In these past few years, Democrats have lost a substantial amount of support from Asian Americans while the GOP has been slowly gaining traction. For Vietnamese and Chinese Americans specifically, the GOP rhetoric in baselessly denouncing prominent Democratic leaders like AOC and Bernie Sanders as communists have caused this group to form a deep-rooted loyalty for the Republican party. For many, especially those who are immigrants that fled their home country once controlled by communist rule, showing a myriad of support for the illusion of communism within the Democratic party was considered an endangerment to the freedom and liberty they’ve been granted after immigration. Combine the anti-communist sentiment with the economic principles of the GOP, and the Republican party has gained themselves a loyal support group. The blatant misinformation and explicit racist sentiment in calling COVID-19 the “Kong Flu” and “China virus” isn’t enough to deter these voters from their pride in the GOP. With echo chambers formed by notable social media platforms like WeChat and the preference towards news networks like Fox, many Asian Americans see themselves represented by Republicanism, away from the dangers of false communism and the best way to protect the freedom and prosperity they had worked so hard for.

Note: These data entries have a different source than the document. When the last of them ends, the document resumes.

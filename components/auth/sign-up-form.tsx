"use client";
import { useActionState } from "react";
import { signUp } from "@/app/_actions/sign-up";
import { Field, FormMessage, SubmitButton } from "@/components/ui/form";

export function SignUpForm() {
  const [state, action] = useActionState(signUp, undefined);
  if (state?.ok) {
    return (
      <div className="panel p-6 space-y-3">
        <h1 className="text-xl font-semibold">Check your e-mail</h1>
        <FormMessage state={state} />
        <p className="text-sm muted">Nothing is created until you follow the link. <a className="link" href="/sign-in">Sign in</a> if you already have an account.</p>
      </div>
    );
  }
  return (
    <form action={action} className="panel p-6 space-y-4" noValidate>
      <h1 className="text-xl font-semibold">Create a lab</h1>
      <p className="text-sm muted">You become the lab&apos;s lead and can invite researchers, technicians and observers. We send a link to your e-mail to finish.</p>
      <Field name="name" label="Your name" state={state} autoComplete="name" />
      <Field name="email" label="E-mail" type="email" state={state} autoComplete="email" />
      <Field name="password" label="Password" type="password" state={state} autoComplete="new-password" hint="At least 10 characters, mixing letters with digits or symbols." />
      <Field name="labName" label="Lab or collection name" state={state} hint="For example: Stellbrack Museum meteorite store" />
      <FormMessage state={state} />
      <SubmitButton pendingText="Sending…">Create lab</SubmitButton>
      <p className="text-sm muted">Already have an account? <a className="link" href="/sign-in">Sign in</a></p>
    </form>
  );
}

However, even with a decline in Democratic support, Asian Americans have always remained a consistent voter base for Democrats. The history of anti-Asian sentiment, from the Chinese Exclusion Act to Japanese Internment Camps, to American imperialism of Southeast Asia, is an inescapable reality of American prominence. Even separate from the historical roots, the status quo is an accurate characterization of the deep-seeded issues of our political system. Though anti-Asian rhetoric concerning the coronavirus wasn’t enough for some more conservative-leaning Asian Americans, it was enough for many to vote Democratically this year. Another line of support for Democrats has come from the ongoing support for Black Lives Matter. For a government that hasn’t properly addressed the systemic and structural racism in society and the centuries of oppression and subjugation, Asian Americans vote for beacons of change and resistance against the traditions of an old America, one that only served the interest of white society. In those regards, the social perspective of Asian American politics is one that can take priority over the economic standpoints at certain points in American current events.

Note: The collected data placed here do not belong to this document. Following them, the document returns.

"use client";
import { signIn } from "next-auth/react";
import { useRouter, useSearchParams } from "next/navigation";
import { useState } from "react";

export function SignInForm() {
  const router = useRouter();
  const params = useSearchParams();
  const [error, setError] = useState<string | null>(null);
  const [pending, setPending] = useState(false);
  const [email, setEmail] = useState(params.get("email") ?? "");

  async function onSubmit(e: React.FormEvent<HTMLFormElement>) {
    e.preventDefault();
    setPending(true);
    setError(null);
    const fd = new FormData(e.currentTarget);
    const res = await signIn("credentials", { email: String(fd.get("email")), password: String(fd.get("password")), redirect: false });
    setPending(false);
    if (!res || res.error) {
      setError(res?.error && res.error !== "CredentialsSignin" ? res.error : "Wrong e-mail or password.");
      return;
    }
    router.push(params.get("callbackUrl")?.startsWith("/") ? params.get("callbackUrl")! : "/");
    router.refresh();
  }

  return (
    <form onSubmit={onSubmit} className="panel p-6 space-y-4" noValidate>
      <h1 className="text-xl font-semibold">Sign in</h1>
      {params.get("joined") && <p role="status" className="text-sm bg-verdigris-50 text-verdigris-800 rounded px-3 py-2">You have joined the lab. Sign in to continue.</p>}
      <div className="space-y-1">
        <label htmlFor="email" className="block text-sm font-medium">E-mail</label>
        <input id="email" name="email" type="email" autoComplete="email" required className="field" value={email} onChange={(e) => setEmail(e.target.value)} aria-describedby={error ? "signin-error" : undefined} />
      </div>
      <div className="space-y-1">
        <label htmlFor="password" className="block text-sm font-medium">Password</label>
        <input id="password" name="password" type="password" autoComplete="current-password" required className="field" aria-describedby={error ? "signin-error" : undefined} />
      </div>
      {error && <p id="signin-error" role="alert" className="text-sm bg-rust-50 text-rust-800 rounded px-3 py-2">{error}</p>}
      <button className="btn w-full justify-center" disabled={pending}>{pending ? "Signing in…" : "Sign in"}</button>
      <p className="text-sm muted">New here? <a className="link" href="/sign-up">Create a lab</a></p>
    </form>
  );
}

The political beliefs and affiliations of our parents, family, and friends don’t have to define who we are or what we believe. Rather than following along with what seems like the safest option, it’s far more important to do what’s best for you. Research. Take the time to truly understand where you fall on the political spectrum and why you do. The narratives passed on by those we trust the most don’t have to be your own. One day, the vote will be yours. Make it count.